- [WHAT TO DO]
In the listing below, find the line with "const pts = curve.points;" and the line with "const windows = [5, 10, 20];". Repeat those two lines and all lines between them exactly.

- [INFORMATION SHOWN]
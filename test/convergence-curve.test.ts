// convergenceCurve: distinct low-energy structures against candidates processed, and the growth statement.
// The expected counts come from the definition in src/landscape/convergence.ts, recounted here by brute force
// (a set of groups per prefix), and from small runs worked out by hand.
import { describe, expect, it } from 'vitest';
import {
  convergenceCsv,
  convergenceCsvHeader,
  convergenceCurve,
  defaultWindows,
  fromKjPerMol,
} from '../src/landscape/convergence.js';
import type { ConvergenceCurve, StructureRow } from '../src/landscape/schema.js';
import { seededUniform } from '../src/demo/prng.js';

/** A structure row with only the fields the curve reads filled in meaningfully. */
function row(index: number, status: StructureRow['status'], keptIndex: number | null, energyRel: number | null): StructureRow {
  return {
    index, id: `s${index}`, source: `run.cif#s${index}`, file: 'run.cif', block: `s${index}`, line: 1 + index * 40,
    status, reason: status === 'rejected' ? 'unreadable' : '', energy: energyRel === null ? null : -100 + energyRel,
    energyRel, densityGPerCm3: 1.3, atoms: 48, spaceGroup: 'P21/c', symmetry: null, cell: null, z: 4, zPrime: 1, formulas: ['C6H6'], composition: 'CH', flags: [], otherChemistryIndex: null, otherChemistry: null, otherComposition: null, otherChemistryDistance: null, energyOffset: null, flatPartnerIndices: [], flatPartners: [], flatPartnerDistance: null,
    keptIndex, duplicateOf: status === 'duplicate' && keptIndex !== null ? `s${keptIndex}` : null,
    distanceToKept: status === 'kept' ? 0 : status === 'duplicate' ? 0.01 : null, family: -1, nearestIndex: null,
    nearest: null, nearestDistance: null, nnDistance: null, members: status === 'kept' ? 1 : 0, writtenIn: [], notes: [],
  };
}

/**
 * An invented run of `n` candidates: new distinct minima keep appearing until candidate `lastNew`
 * (inclusive), after that every candidate is a re-found duplicate of an earlier minimum (or a rejected file).
 * The kept structure of a group is its lowest-energy member, which need not be its first member.
 */
function generatedRun(n: number, lastNew: number, seed: number): StructureRow[] {
  const r = seededUniform(seed);
  const groupOf = new Int32Array(n).fill(-1);
  const groupEnergy: number[] = [];
  const groupMembers: number[][] = [];
  for (let i = 0; i < n; i++) {
    if (r() < 0.05) continue; // rejected candidate
    const fresh = i < lastNew && (groupMembers.length === 0 || r() < 0.5);
    if (fresh) {
      groupEnergy.push(r() * 30); // energies above the lowest spread over 0–30 kJ/mol
      groupMembers.push([i]);
      groupOf[i] = groupMembers.length - 1;
    } else {
      const g = Math.floor(r() * groupMembers.length);
      groupMembers[g].push(i);
      groupOf[i] = g;
    }
  }
  // The kept structure of each group: a random member (stands for "lowest energy after noise").
  const keptOfGroup = groupMembers.map((m) => m[Math.floor(r() * m.length)]);
  const rows: StructureRow[] = [];
  for (let i = 0; i < n; i++) {
    const g = groupOf[i];
    if (g < 0) rows.push(row(i, 'rejected', null, null));
    else {
      const k = keptOfGroup[g];
      rows.push(row(i, k === i ? 'kept' : 'duplicate', k, k === i ? groupEnergy[g] : groupEnergy[g] + 0.01));
    }
  }
  return rows;
}

/** Brute-force count after `processed` candidates: groups with a member among them, kept energy within w. */
function bruteCounts(rows: StructureRow[], processed: number, windows: number[]): number[] {
  const groups = new Set<number>();
  for (let i = 0; i < processed; i++) {
    const s = rows[i];
    if ((s.status === 'kept' || s.status === 'duplicate') && s.keptIndex !== null) groups.add(s.keptIndex);
  }
  return windows.map((w) => [...groups].filter((g) => (rows[g].energyRel as number) <= w).length);
}

/** Read the curve at any `processed` by straight lines between its points (exact for the staircase corners). */
function curveAt(curve: ConvergenceCurve, processed: number): number[] {
  const pts = curve.points;
  for (let j = 0; j < pts.length; j++) {
    if (pts[j].processed === processed) return pts[j].counts;
    if (pts[j].processed > processed) {
      const a = pts[j - 1];
      const b = pts[j];
      const t = (processed - a.processed) / (b.processed - a.processed);
      return a.counts.map((c, w) => c + t * (b.counts[w] - c));
    }
  }
  throw new Error(`processed ${processed} beyond the curve`);
}

describe('convergenceCurve', () => {
  it('counts a small run worked out by hand', () => {
    // Candidates: 0 kept (0 kJ/mol), 1 rejected, 2 duplicate of 4, 3 duplicate of 0, 4 kept (7), 5 kept (15).
    // Group of 4 counts from candidate 3 (its first member, index 2), not from 4 itself.
    const rows = [
      row(0, 'kept', 0, 0), row(1, 'rejected', null, null), row(2, 'duplicate', 4, 7.2),
      row(3, 'duplicate', 0, 0.1), row(4, 'kept', 4, 7), row(5, 'kept', 5, 15),
    ];
    const curve = convergenceCurve(rows, [5, 10, 20]);
    expect(curve).not.toBeNull();
    const c = curve as ConvergenceCurve;
    expect(c.windows).toEqual([5, 10, 20]);
    expect(c.points).toEqual([
      { processed: 0, counts: [0, 0, 0] },
      { processed: 1, counts: [1, 1, 1] },
      { processed: 2, counts: [1, 1, 1] },
      { processed: 3, counts: [1, 2, 2] },
      { processed: 5, counts: [1, 2, 2] },
      { processed: 6, counts: [1, 2, 3] },
    ]);
    // Last 25% of 6 candidates: candidates floor(6*0.75)+1 = 5 to 6; nothing within 5 kJ/mol appeared there,
    // the only such structure (index 0) was first met at candidate 1.
    expect(c.stillGrowing).toBe(false);
    expect(c.statement).toMatch(/^Not growing/);
    expect(c.statement).toContain('candidate 1');
  });

  it('agrees with a brute-force recount at every candidate of a generated run', () => {
    const rows = generatedRun(400, 300, 7);
    const windows = [5, 10, 20];
    const curve = convergenceCurve(rows, windows) as ConvergenceCurve;
    for (let p = 0; p <= rows.length; p++) expect(curveAt(curve, p)).toEqual(bruteCounts(rows, p, windows));
    expect(curve.points.length).toBeLessThanOrEqual(2 * rows.filter((s) => s.status === 'kept').length + 2);
  });

  it('is flat over the second half of a run whose new structures stop halfway, and says so', () => {
    const rows = generatedRun(600, 300, 11);
    const curve = convergenceCurve(rows, [5, 10, 20]) as ConvergenceCurve;
    const atHalf = curveAt(curve, 300);
    expect(atHalf[0]).toBeGreaterThan(0);
    for (let p = 300; p <= 600; p++) expect(curveAt(curve, p)).toEqual(atHalf);
    // and not flat in the first half: the generator adds distinct minima there
    expect(curveAt(curve, 150)[2]).toBeLessThan(atHalf[2]);
    expect(curve.stillGrowing).toBe(false);
    expect(curve.statement).toMatch(/^Not growing: no new distinct structure within 5 kJ\/mol .* last 150 of 600 candidates/);
  });

  it('says a run still finding new low-energy structures near its end is growing', () => {
    const rows = generatedRun(600, 600, 11);
    const curve = convergenceCurve(rows, [5, 10, 20]) as ConvergenceCurve;
    const lowNewInTail = bruteCounts(rows, 600, [5])[0] - bruteCounts(rows, 450, [5])[0];
    expect(lowNewInTail).toBeGreaterThan(0);
    expect(curve.stillGrowing).toBe(true);
    expect(curve.statement).toContain(`Still growing: ${lowNewInTail} of the ${bruteCounts(rows, 600, [5])[0]}`);
  });

  it('returns null when no kept structure has an energy', () => {
    const rows = [row(0, 'kept', 0, null), row(1, 'duplicate', 0, null), row(2, 'rejected', null, null)];
    expect(convergenceCurve(rows, [5, 10, 20])).toBeNull();
  });

  it('refuses rows out of input order and empty windows with a clear message', () => {
    const rows = [row(1, 'kept', 1, 0), row(0, 'kept', 0, 3)];
    expect(() => convergenceCurve(rows, [5])).toThrow(/input order: position 0 holds structure index 1/);
    expect(() => convergenceCurve([row(0, 'kept', 0, 0)], [])).toThrow(/at least one energy window/);
  });

  it('writes convergence.csv with processed then one count column per window, the unit in snake_case in each name', () => {
    // Headers follow the project's table convention (units as lower-case suffixes, README "Tables").
    const rows = [row(0, 'kept', 0, 0), row(1, 'kept', 1, 8), row(2, 'duplicate', 1, 8.1)];
    const curve = convergenceCurve(rows, [10, 5]) as ConvergenceCurve;
    expect(convergenceCsvHeader(curve.windows, 'kJ/mol')).toEqual(['processed', 'within_5_kj_per_mol', 'within_10_kj_per_mol']);
    expect(convergenceCsvHeader([1.2, 2.4], 'kcal/mol')).toEqual(['processed', 'within_1.2_kcal_per_mol', 'within_2.4_kcal_per_mol']);
    expect(convergenceCsvHeader([0.05], 'eV')).toEqual(['processed', 'within_0.05_ev']);
    expect(convergenceCsv(curve, 'kJ/mol')).toBe(
      'processed,within_5_kj_per_mol,within_10_kj_per_mol\n0,0,0\n1,1,1\n2,1,2\n3,1,2\n',
    );
  });

  it('converts the default windows into other energy units', () => {
    // 1 kcal = 4.184 kJ (thermochemical calorie, NIST SP 811, 2008); 1 eV per molecule = 96.485 332 12 kJ/mol
    // (e × N_A, CODATA 2018).
    expect(fromKjPerMol(4.184, 'kcal/mol')).toBeCloseTo(1, 12);
    expect(fromKjPerMol(96.48533212, 'eV')).toBeCloseTo(1, 12);
    expect(defaultWindows('kJ/mol')).toEqual([5, 10, 20]);
    expect(defaultWindows('kcal/mol')).toEqual([1.195, 2.39, 4.78]);
    expect(defaultWindows('eV')).toEqual([0.05182, 0.1036, 0.2073]);
  });
});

- [RESULT]
  const pts = curve.points;
  for (let j = 0; j < pts.length; j++) {
    if (pts[j].processed === processed) return pts[j].counts;
    if (pts[j].processed > processed) {
      const a = pts[j - 1];
      const b = pts[j];
      const t = (processed - a.processed) / (b.processed - a.processed);
      return a.counts.map((c, w) => c + t * (b.counts[w] - c));
    }
  }
  throw new Error(`processed ${processed} beyond the curve`);
}

describe('convergenceCurve', () => {
  it('counts a small run worked out by hand', () => {
    // Candidates: 0 kept (0 kJ/mol), 1 rejected, 2 duplicate of 4, 3 duplicate of 0, 4 kept (7), 5 kept (15).
    // Group of 4 counts from candidate 3 (its first member, index 2), not from 4 itself.
    const rows = [
      row(0, 'kept', 0, 0), row(1, 'rejected', null, null), row(2, 'duplicate', 4, 7.2),
      row(3, 'duplicate', 0, 0.1), row(4, 'kept', 4, 7), row(5, 'kept', 5, 15),
    ];
    const curve = convergenceCurve(rows, [5, 10, 20]);
    expect(curve).not.toBeNull();
    const c = curve as ConvergenceCurve;
    expect(c.windows).toEqual([5, 10, 20]);
    expect(c.points).toEqual([
      { processed: 0, counts: [0, 0, 0] },
      { processed: 1, counts: [1, 1, 1] },
      { processed: 2, counts: [1, 1, 1] },
      { processed: 3, counts: [1, 2, 2] },
      { processed: 5, counts: [1, 2, 2] },
      { processed: 6, counts: [1, 2, 3] },
    ]);
    // Last 25% of 6 candidates: candidates floor(6*0.75)+1 = 5 to 6; nothing within 5 kJ/mol appeared there,
    // the only such structure (index 0) was first met at candidate 1.
    expect(c.stillGrowing).toBe(false);
    expect(c.statement).toMatch(/^Not growing/);
    expect(c.statement).toContain('candidate 1');
  });

  it('agrees with a brute-force recount at every candidate of a generated run', () => {
    const rows = generatedRun(400, 300, 7);
    const windows = [5, 10, 20];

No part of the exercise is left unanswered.